US immigration movement missing a leader
The immigration movement in the United States has the numbers to make a difference, but no activist has stepped forward to become a leader for the cause.
The 1963 March on Washington is one of the major events in US history. It was part of a vast movement that led to sweeping changes – reform on civil rights. The unifying force here – a clergyman from Georgia, Martin Luther King, Jr.
“All men, yes black men and well as white men,” he said in his speech on the Mall on Washington, “would be guaranteed the unalienable rights of life liberty and the pursuit of happiness.”
Today, leaders like Rev. Jesse Jackson and Al Sharpton have continued to lead the charge in fighting for civil rights.
“John McCain was for the invasion of Iraq I was against it,” candidate Obama said in a speech in Great Falls, Montana.
Then there was the labor movement, which featured Cesar Chavez fighting for the rights of farmworkers. So what’s missing from today’s immigration reform movement? A leader.

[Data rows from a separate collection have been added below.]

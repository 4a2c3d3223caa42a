"""Exact two-body inputs and the cluster -> virial relations used by the loop estimator (floats).

Conventions: beta P lambda^2 = sum b_n z^n (b_1 = 1), exchange phase e^{i pi alpha} (period 2),
mutual parameter alpha_12 with e^{2 pi i alpha_12} for one full winding (period 1).
"""
from __future__ import annotations

import math


def _frac(value: float) -> float:
    return value - math.floor(value)


def loop_part_b2(alpha: float) -> float:
    """(1/Area) times the connected two-loop integral: -d(1-d), d = frac(alpha).

    Two closed Brownian loops contribute sum over windings n of (e^{2 pi i alpha n} - 1); integrated
    over their separation this is -d(1-d) (Laplace transform of I_nu, see docs/loops.md).
    """
    d = _frac(alpha)
    return -d * (1.0 - d)


def swap_part_b2(alpha: float) -> float:
    """(1/Area) times the transposition integral of two identical particles: +-(1-2d)/2."""
    d = _frac(alpha)
    sign = -1.0 if (math.floor(alpha) % 2) else 1.0
    return sign * (1.0 - 2.0 * d) / 2.0


def b2_identical(alpha: float) -> float:
    """b_2 of identical anyons: 1/4 - a + a^2/2 with a = alpha reduced to [0, 2) (period 2, even)."""
    return 0.5 * (loop_part_b2(alpha) + swap_part_b2(alpha))


def b11_mutual(alpha_12: float) -> float:
    """b_11 of two distinct particles with mutual parameter alpha_12: -d(1-d), d = frac(alpha_12)."""
    return loop_part_b2(alpha_12)


def a3_identical(b2: float, b3: float) -> float:
    return 4.0 * b2 * b2 - 2.0 * b3


def a21_mixed(b20: float, b11: float, b21: float) -> float:
    """Virial coefficient of rho_1^2 rho_2 for two species (series inversion, docs/loops.md)."""
    return b11 * b11 + 4.0 * b11 * b20 - 2.0 * b21
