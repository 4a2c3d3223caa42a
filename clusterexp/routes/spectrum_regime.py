"""The regime of declared trapped spectra (`clusters spectrum { ... }`): its block (one-body levels per
species, their filling, the energy shift in the particle numbers N_X, explicit trapped partition
functions, the area weight) validated with spans, its quantities and statements; the computation is
`routes.spectrum` (harmonic regulator, route R2)."""
from __future__ import annotations

import sympy

from ..errors import InputError, Span
from ..model import Spectrum
from ..exact.periods import species_statistics
from .base import THERMAL, Clusters, Quantities, Regime, rational_weight, ring_native, sympy_values
from .spectrum import SpeciesSpectrum, SpectrumError, area_weight, harmonic_levels, trapped_clusters

TRAP = sympy.Symbol("x")   # x = exp(-beta hbar omega) in a declared spectrum


def declared_spectrum(builder, names: list[str], span: Span) -> Spectrum:
    K = len(names)
    species = list(builder.species.values())
    if "x" in builder.parameters:
        raise InputError("`x` stands for exp(-beta hbar omega) in a declared spectrum; rename the parameter x",
                         builder.parameters["x"].span)
    counts = tuple(sympy.Symbol(f"N_{n}", integer=True, nonnegative=True) for n in names)
    count_of = dict(zip(names, counts))
    levels: list = [None] * K
    fill: list = [None] * K
    shift = None
    trapped = {}
    area = None
    for item, file in builder.spectrum_items:
        builder.file = file
        kind = item.data
        if kind == "levels":
            i = names.index(builder.known_species(item.children[0]))
            if levels[i] is not None:
                raise InputError(f"levels of {names[i]} are given twice", builder.span(item.children[0]))
            levels[i] = _trap_expr(builder, item.children[1])
        elif kind in ("fill_bose", "fill_fermi"):
            i = names.index(builder.known_species(item.children[0]))
            if fill[i] is not None:
                raise InputError(f"the filling of {names[i]} is given twice", builder.span(item.children[0]))
            fill[i] = kind[len("fill_"):]
        elif kind == "shift":
            if shift is not None:
                raise InputError("`shift` is given twice", builder.span(item))
            shift = builder.expr(item.children[0], extra=count_of)
            if shift.is_real is False:
                raise InputError("the energy shift must be real", builder.span(item.children[0]))
        elif kind == "trapped":
            ref, value = item.children
            if str(ref.children[0]) != "Z":
                raise InputError(f"write trapped Z[...] = ..., not {ref.children[0]}[...]", builder.span(ref.children[0]))
            index = builder.multi_index(ref, names)
            if index in trapped:
                raise InputError(f"Z{list(index)} is given twice", builder.span(ref))
            trapped[index] = _trap_expr(builder, value)
        else:
            word = "mass" if kind == "area_mass" else str(item.children[0])
            if word not in ("mass", "count", "one"):
                raise InputError(f"`area` is mass, count or one, not '{word}'", builder.span(item.children[0]))
            if area is not None:
                raise InputError("`area` is given twice", builder.span(item))
            area = word
    builder.file = builder.main
    for i, s in enumerate(species):
        if levels[i] is None:
            levels[i] = harmonic_levels(builder.dimension)
        if fill[i] is None:
            statistics = species_statistics(s, builder.by_symbol())
            if statistics not in ("bose", "fermi"):
                raise InputError(f"say how {s.name} fills the levels (`fill {s.name} bose` or `fill {s.name} fermi`): "
                                 "its statistics is neither bose nor fermi (modulo the exchange period 2)", s.span)
            fill[i] = statistics
    builder.no_mutuals("declared spectra carry their pair phases in `shift`; they")
    return Spectrum(tuple(levels), tuple(fill), shift if shift is not None else sympy.Integer(0), counts,
                    tuple(sorted(trapped.items())), area or "mass", span)



def _trap_expr(builder, tree) -> sympy.Expr:
    value = builder.expr(tree, extra={"x": TRAP})
    if not value.has(TRAP):
        raise InputError("this function of x = exp(-beta hbar omega) does not contain x", builder.span(tree))
    return value


# --- the regime -----------------------------------------------------------------------------------

COUNT = Quantities(
    pressure="beta P / rho_0", density="nu_{i}", variable="nu",
    single="nu_i = rho_i / rho_0, rho_0 the one-body degeneracy per area of the declared levels (weight |n|, "
           "as in the lowest Landau level); b_(single particle) = 1, a_(single particle) = 1",
    unit="rho_0", pressure_latex=r"\beta P/\rho_0", density_latex=r"\nu_{{{label}}}", variable_latex=r"\nu",
    single_latex=r"$\nu_i=\rho_i/\rho_0$, $\rho_0$ the one-body degeneracy per area of the declared levels "
                 r"(weight $|n|$); single-particle $b=1$")

TRAPPED = Quantities(
    pressure="ln Xi_trap / Z_1", density="N_{i} / Z_1", variable="(N / Z_1)",
    single="the trapped gas itself: every quantity per one-body partition function Z_1 of the reference "
           "species; b_(single particle) = 1, a_(single particle) = 1",
    unit="Z_1", pressure_latex=r"\ln\Xi_{{\mathrm{{trap}}}}/Z_1", density_latex=r"N_{{{label}}}/Z_1",
    variable_latex=r"(N/Z_1)", single_latex=r"the trapped gas itself, every quantity per one-body partition "
                                            r"function $Z_1$ of the reference species; single-particle $b=1$")


class SpectrumRegime(Regime):
    """`clusters spectrum { ... }`: a declared trapped spectrum, thermodynamic limit taken exactly with
    the harmonic regulator (route R2) and the declared area weight."""

    kind = "spectrum"
    no_equation_of_state = "a declared trapped spectrum"
    forms = ()   # `clusters spectrum { ... }`: a grammar block of its own

    def check(self, builder, source, names):
        from ..model import Source
        return Source("spectrum", source.span, spectrum=declared_spectrum(builder, names, source.span))

    def clusters(self, plan) -> Clusters:
        system = plan.system
        spec = system.source.spectrum
        species = [SpeciesSpectrum(levels, fill, s.mass) for levels, fill, s in
                   zip(spec.levels, spec.fill, system.species)]
        counts = spec.counts

        def shift(n):
            return spec.shift.subs(dict(zip(counts, n)))
        reference = system.species_index(system.reference)
        try:
            ring, b = trapped_clusters(species, shift, plan.order, reference, system.dimension, spec.area,
                                       trapped=dict(spec.trapped))
        except SpectrumError as error:
            raise InputError(str(error), spec.span) from None
        masses = [s.mass for s in system.species]
        m_ref = system.reference_mass
        weights = {n: area_weight(n, masses, m_ref, system.dimension, spec.area) for n in b}
        if all(w.is_Rational for w in weights.values()) and all(weights[n] == 1 for n in b if sum(n) == 1):
            return ring_native(ring, b, lambda n: rational_weight(weights[n]))
        return sympy_values(ring, b, weights.__getitem__)

    def regulator_work(self, system, order):
        from .spectrum import X, pole_orders, regulator_operations
        spectrum = system.source.spectrum
        try:
            poles = pole_orders(spectrum.levels)
        except SpectrumError:
            return None                                  # the route reports it, at once
        symbols = set(sympy.sympify(spectrum.shift).free_symbols) - set(spectrum.counts)
        for level in spectrum.levels:
            symbols |= sympy.sympify(level).free_symbols - {X}
        return regulator_operations(poles, order, system.species_index(system.reference), len(symbols))

    def quantities(self, system) -> Quantities:
        return {"count": COUNT, "one": TRAPPED}.get(system.source.spectrum.area, THERMAL)

    def text_lines(self, system) -> list[str]:
        spec = system.source.spectrum
        names = system.species_names
        weight = {"count": "|n| ", "one": ""}.get(spec.area, "(M_n/m_ref)^(d/2) ")
        return ["regime: declared trapped spectrum, x = exp(-beta hbar omega); "
                f"b_n = {weight}lim_(omega->0) [z^n] ln Xi_trap / Z_1,ref(x)",
                "levels: " + "; ".join(f"{n}: {lv} ({fill})" for n, lv, fill in zip(names, spec.levels, spec.fill)),
                f"energy shift / hbar omega: {spec.shift} (N_X = number of particles of species X)"]

    def latex_paragraphs(self, system, labels) -> list[str]:
        spec = system.source.spectrum
        weight = {"count": r"|n|", "one": ""}.get(spec.area, r"(M_n/m_{\mathrm{ref}})^{d/2}")
        rows = ", ".join(f"${l}$: $L(x)={sympy.latex(lv)}$ ({fill})" for l, lv, fill in zip(labels, spec.levels, spec.fill))
        return [r"Declared trapped spectrum, $x=e^{-\beta\hbar\omega}$: "
                rf"$b_n={weight}\lim_{{\omega\to0}}[z^n]\ln\Xi_{{\mathrm{{trap}}}}/Z_{{1,\mathrm{{ref}}}}(x)$; "
                rf"one-body levels {rows}; energy shift $\hbar\omega\,({sympy.latex(spec.shift)})$ "
                r"with $N_X$ the number of particles of species $X$."]
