"""Pair phases in the plane (route R3): exact two-body cluster coefficients, and the truncation
bookkeeping of the higher ones.

Harmonic regulator (x = e^{-beta hbar omega}): the relative motion of two particles has energies
hbar omega (2 n_r + |l + s| + 1). Summing the channels in closed form for s in its fundamental interval:

    identical (l even, s = alpha in [0, 2)):   Z_rel = x (x^s + x^{2-s}) / (1 - x^2)^2,
    distinct  (all l,  s = alpha_ij in [0, 1)): Z_rel = x (x^s + x^{1-s}) / ((1 - x)(1 - x^2)).

The centre of mass (mass M = m_i + m_j, same omega) has the one-body spectrum, so with the R2 weight
(M/m_ref)^{d/2}, d = 2,

    b_2(alpha)  - b_2(0)  = 2 lim [Z_rel(s) - Z_rel(0)] = s^2/2 - s,
    b_11(alpha) - b_11(0) = (M/m_ref) lim [Z_rel(s) - Z_rel(0)] = -(M/2 m_ref) s (1 - s).

Hence b_2 = (m_i/m_ref)(1/4 - s + s^2/2) with s = alpha mod 2 (even, period 2, kink at the boson
points), b_11 = -((m_i + m_j)/(2 m_ref)) s(1 - s) with s = alpha_ij mod 1. A static flux tube of flux
gamma (in flux quanta) shifts a mobile particle's partition function by -s(1 - s)/2, s = gamma mod 1,
independently of temperature and mass; each l-cycle of an ideal mobile species feels it once.
"""
from __future__ import annotations

from dataclasses import dataclass

import sympy

from ..model import Parameter
from ..periods import braids, coupled_groups, species_statistics


class PeriodicPart(sympy.Function):
    """x mod p as a function sympy can evaluate, differentiate (slope 1 away from the jumps, where the
    two-body coefficients are continuous anyway) and print: `Mod(x, p)` in text, (x mod p) in LaTeX."""

    nargs = 2

    @classmethod
    def eval(cls, x, p):
        if x.is_number and p.is_number:
            return sympy.Mod(x, p)
        return None

    def fdiff(self, argindex=1):
        if argindex == 1:
            return sympy.Integer(1)
        raise sympy.ArgumentIndexError(self, argindex)

    def _eval_evalf(self, prec):
        x, p = self.args
        value = sympy.Mod(x, p)
        return None if value.has(PeriodicPart) else value.evalf(prec)

    def _sympystr(self, printer):
        return f"Mod({printer._print(self.args[0])}, {printer._print(self.args[1])})"

    def _latex(self, printer, exp=None):
        body = rf"\left({printer._print(self.args[0])} \bmod {printer._print(self.args[1])}\right)"
        return body if exp is None else rf"{body}^{{{exp}}}"

    def floor_form(self) -> sympy.Expr:
        x, p = self.args
        return x - p * sympy.floor(x / p)


def reduced(value: sympy.Expr, period: int, parameters: dict[sympy.Symbol, Parameter]) -> sympy.Expr:
    """value mod period, written without floor when the declared range keeps it in one branch."""
    value = sympy.sympify(value)
    if value.is_number:
        return PeriodicPart(value, period)
    low, high = _range_of(value, parameters)
    if low is not None and high is not None:
        k = sympy.floor(low / period)
        if bool(high <= (k + 1) * period) or (bool(sympy.Eq(high, (k + 1) * period)) and _open_top(value, parameters)):
            return sympy.expand(value - k * period)
    return PeriodicPart(value, period)


def _range_of(value, parameters):
    """A range for a linear expression c*p + d in one declared parameter p, else (None, None)."""
    symbols = list(value.free_symbols)
    if len(symbols) != 1 or symbols[0] not in parameters:
        return None, None
    p = parameters[symbols[0]]
    if p.lower is None or p.upper is None:
        return None, None
    poly = sympy.Poly(value, symbols[0]) if value.is_polynomial(symbols[0]) else None
    if poly is None or poly.degree() > 1:
        return None, None
    ends = sorted([value.subs(symbols[0], p.lower), value.subs(symbols[0], p.upper)])
    return ends[0], ends[1]


def _open_top(value, parameters) -> bool:
    return False


def exchange_b2(alpha: sympy.Expr, mass_ratio: sympy.Expr, parameters) -> sympy.Expr:
    """b_{2 e_i} of identical anyons with exchange parameter alpha (period 2)."""
    s = reduced(alpha, 2, parameters)
    return _tidy(mass_ratio * (sympy.Rational(1, 4) - s + s ** 2 / 2))


def mutual_b11(alpha_ij: sympy.Expr, total_mass_ratio: sympy.Expr, parameters) -> sympy.Expr:
    """b_{e_i + e_j} of two distinct species with mutual parameter alpha_ij (period 1)."""
    s = reduced(alpha_ij, 1, parameters)
    return _tidy(-total_mass_ratio * s * (1 - s) / 2)


def flux_shift(gamma: sympy.Expr, parameters) -> sympy.Expr:
    """Z(gamma) - Z(0) for one particle around one flux tube: -s(1 - s)/2, s = gamma mod 1."""
    s = reduced(gamma, 1, parameters)
    return _tidy(-s * (1 - s) / 2)


def _tidy(expr: sympy.Expr) -> sympy.Expr:
    """Expanded when polynomial in the parameters; the periodic (Mod) form is kept factored."""
    return expr if expr.has(PeriodicPart) else sympy.expand(expr)


def kinks(expr: sympy.Expr, symbol: sympy.Symbol, point) -> bool:
    """True when expr has a floor (periodic extension) whose argument is an integer at the point, so
    that left and right expansions differ in general."""
    for f in expr.atoms(sympy.floor):
        if symbol in f.free_symbols and f.args[0].subs(symbol, point).is_integer:
            return True
    for m in expr.atoms(sympy.Mod, PeriodicPart):
        if symbol in m.free_symbols and (m.args[0].subs(symbol, point) / m.args[1]).is_integer:
            return True
    return False
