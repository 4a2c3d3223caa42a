"""Loop families of the three-body problems with static flux tubes (docs/tubes.md).

Units lambda = 1, beta = 1 (a loop of duration s is a planar Brownian bridge with per-component variance
s/(2 pi)); tubes are Poisson-distributed with n tubes per lambda^2 and the mobile gas's ln Xi is
averaged over their positions.  Flux gamma in flux quanta: a loop winding w times around a tube
picks up e^{2 pi i gamma w}; exchange alpha: e^{i pi alpha} per exchange (pair_factor's parameter is
alpha for a pair of identical particles and the mutual parameter for distinct ones, on the angle swept
by their relative vector).

Families (each sample's value has the cluster integral as its expectation):

  two_tubes    one loop of duration 1, tubes at R1, R2 (independent offsets about the loop's
               centroid, density g(o1) g(o2)):
                 connected = Re[(Phi_1 - 1)(Phi_2 - 1)] / (g(o1) g(o2))  -> T2(gamma1, gamma2)
                 single_k  = Re(Phi_k - 1) / g(ok)                       -> -s_k(1 - s_k)/2
  separation   the same loop, the two tubes a fixed vector apart, their midpoint sampled:
                 connected at that separation (K(d) of docs/tubes.md); at d = 0 the tubes are one
                 tube of flux gamma1 + gamma2
  pair_tube    two loops of duration 1 (offset c) and one tube R:
                 pair_tube = Re[(Phi_12 - 1)(Phi_1R Phi_2R - 1)] / (g(c) g(R))
                 pair      = Re(Phi_12 - 1) / g(c)                        -> C/A (two-body, exact)
                 single    = Re(Phi_1R - 1) / g(R)                        -> -s(1 - s)/2
  swap_tube    one loop of duration 2 (an exchanged pair) and one tube R:
                 swap_tube = Re[Phi_12 (Phi_1R Phi_2R - 1)] / g(R)
                 swap      = Re Phi_12                                    -> 1 - 2a (two-body, exact)

Every family's paths are refined (`refine`) where two of its pairs are near on one slice, so the
product of exact per-pair slice factors has no pair-product error beyond the refinement depth.
"""
from __future__ import annotations

import numpy as np

from .refine import pair_data, path_slices, refine
from .sampler import brownian_loops, mixture_offsets

# Offsets of tubes and of the second loop: the defensive mixture of `sampler` (0.8 N(w) + 0.2 N(2.5 w)).
# Widths from a pilot of the variance per sample at gamma = 1/2, alpha = 1/2 (docs/tubes.md).
WIDTH_TUBE = 0.25
WIDTH_LOOP_PAIR = 0.35
DEPTH = 5                     # refinement halvings (slices down to 1/32 of the base slice)
ONE = (True,)


def _centroid(path: np.ndarray) -> np.ndarray:
    return path[:, :-1].mean(axis=1)


class _Phases:
    """Phase of each stored pair at a parameter value, cached within one batch (scans reuse them)."""

    def __init__(self, data: dict):
        self.data = data
        self.cache = {}

    def __call__(self, name: str, value: float) -> np.ndarray:
        key = (name, float(value))
        if key not in self.cache:
            self.cache[key] = self.data[name].phase(float(value))
        return self.cache[key]


def _pair_phases(rng, paths, mobile, variance, pairs: dict, depth: int) -> _Phases:
    rows, starts, ends = path_slices(paths)
    count = paths[0].shape[0]
    levels = refine(rng, rows, starts, ends, mobile, variance, list(pairs.values()), depth)
    return _Phases({name: pair_data(levels, b, c, mobile, variance, count) for name, (b, c) in pairs.items()})


class TwoTubeSamples:
    """One loop of duration 1 and two tubes at independent offsets about its centroid."""

    def __init__(self, rng: np.random.Generator, count: int, slices: int, depth: int = DEPTH):
        y = brownian_loops(rng, count, slices, 1.0)
        o1, g1 = mixture_offsets(rng, count, WIDTH_TUBE, 1)
        o2, g2 = mixture_offsets(rng, count, WIDTH_TUBE, 1)
        centre = _centroid(y)
        self.weights = (1.0 / g1, 1.0 / g2)
        self.phases = _pair_phases(rng, [y, centre + o1[:, 0], centre + o2[:, 0]], (True, False, False),
                                   1.0 / slices / (2 * np.pi), {"t1": (0, 1), "t2": (0, 2)}, depth)

    def values(self, gamma1: float, gamma2: float) -> dict[str, np.ndarray]:
        p1, p2 = self.phases("t1", gamma1), self.phases("t2", gamma2)
        w1, w2 = self.weights
        return {"connected": ((p1 - 1.0) * (p2 - 1.0)).real * w1 * w2,
                "single_1": (p1 - 1.0).real * w1, "single_2": (p2 - 1.0).real * w2}


class SeparationSamples:
    """One loop of duration 1 and two tubes a fixed (complex) vector apart; their midpoint is sampled."""

    def __init__(self, rng: np.random.Generator, count: int, slices: int, separation: complex,
                 depth: int = DEPTH):
        y = brownian_loops(rng, count, slices, 1.0)
        o, g = mixture_offsets(rng, count, WIDTH_TUBE, 1)
        mid = _centroid(y) + o[:, 0]
        self.weight = 1.0 / g
        self.merged = separation == 0
        variance = 1.0 / slices / (2 * np.pi)
        if self.merged:   # one tube carrying both fluxes: the windings around the two are equal
            self.phases = _pair_phases(rng, [y, mid], (True, False), variance, {"t1": (0, 1)}, 0)
        else:
            half = 0.5 * complex(separation)
            self.phases = _pair_phases(rng, [y, mid + half, mid - half], (True, False, False), variance,
                                       {"t1": (0, 1), "t2": (0, 2)}, depth)

    def values(self, gamma1: float, gamma2: float) -> dict[str, np.ndarray]:
        if self.merged:
            joint = self.phases("t1", gamma1 + gamma2)
            p1, p2 = self.phases("t1", gamma1), self.phases("t1", gamma2)
            connected = joint - p1 - p2 + 1.0
        else:
            connected = (self.phases("t1", gamma1) - 1.0) * (self.phases("t2", gamma2) - 1.0)
        return {"connected": connected.real * self.weight}


class PairTubeSamples:
    """Two loops of duration 1 (the second at offset c from the first's centroid) and one tube R
    about the midpoint of their centroids.  `ratio` = m_1/m_2: particle 1's loop has the per-component
    variance of a loop of duration 1/ratio (lambda of particle 2 = 1), and the integrals pair_tube and
    pair are weighed by r_1 r_2 = ratio, the product of the two thermal densities K_r(x, x) = r
    (docs/tubes.md, unequal masses); `single` is loop 1's own one-tube integral, (1/ratio)(-s(1 - s)/2)."""

    def __init__(self, rng: np.random.Generator, count: int, slices: int, depth: int = DEPTH,
                 ratio: float = 1.0):
        y1 = brownian_loops(rng, count, slices, 1.0 / ratio)
        y2 = brownian_loops(rng, count, slices, 1.0)
        oc, gc = mixture_offsets(rng, count, WIDTH_LOOP_PAIR, 1)
        orr, gr = mixture_offsets(rng, count, WIDTH_TUBE, 1)
        c1 = _centroid(y1)
        second = y2 + (c1 - _centroid(y2) + oc[:, 0])[:, None]
        tube = 0.5 * (c1 + _centroid(second)) + orr[:, 0]
        self.weights = (1.0 / gc, 1.0 / gr)
        self.ratio = float(ratio)
        self.phases = _pair_phases(rng, [y1, second, tube], (1.0 / ratio, 1.0, 0.0), 1.0 / slices / (2 * np.pi),
                                   {"pair": (0, 1), "t1": (0, 2), "t2": (1, 2)}, depth)

    def values(self, alpha: float, gamma1: float, gamma2: float) -> dict[str, np.ndarray]:
        f = self.phases("pair", alpha) - 1.0
        p1, p2 = self.phases("t1", gamma1), self.phases("t2", gamma2)
        wc, wr = self.weights
        return {"pair_tube": (f * (p1 * p2 - 1.0)).real * wc * wr * self.ratio, "pair": f.real * wc * self.ratio,
                "single": (p1 - 1.0).real * wr}


class SwapTubeSamples:
    """One loop X of duration 2 (particle 1 is X on [0, 1], particle 2 is X on [1, 2]) and one tube R
    about the loop's centroid."""

    def __init__(self, rng: np.random.Generator, count: int, slices: int, depth: int = DEPTH):
        x = brownian_loops(rng, count, 2 * slices, 2.0)
        o, g = mixture_offsets(rng, count, WIDTH_TUBE, 1)
        tube = _centroid(x) + o[:, 0]
        self.weight = 1.0 / g
        self.phases = _pair_phases(rng, [x[:, : slices + 1], x[:, slices:], tube], (True, True, False),
                                   1.0 / slices / (2 * np.pi), {"pair": (0, 1), "t1": (0, 2), "t2": (1, 2)},
                                   depth)

    def values(self, alpha: float, gamma: float) -> dict[str, np.ndarray]:
        swap = self.phases("pair", alpha)
        around = self.phases("t1", gamma) * self.phases("t2", gamma) - 1.0
        return {"swap_tube": (swap * around).real * self.weight, "swap": swap.real}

“We have many voices,” said Enrique Morones. Morones is president and founder of the Border Angels, a group that focuses on immigrant rights and works to prevent the deaths of those trying to cross the border. He says what makes the immigration reform movement is its diversity.
“Unlike the far right where they all walk lock and step with the same sayings and expressions and you don’t see diversity in thought,” Morones said. “With us you do see a diversity in thought, people of all colors and sizes and ideologies.”
But this diversity could also be a liability when trying to get people from various backgrounds to unite behind a single leader. The fight for immigration rights has been going on since 2006, some would say since before, and reform has yet to come.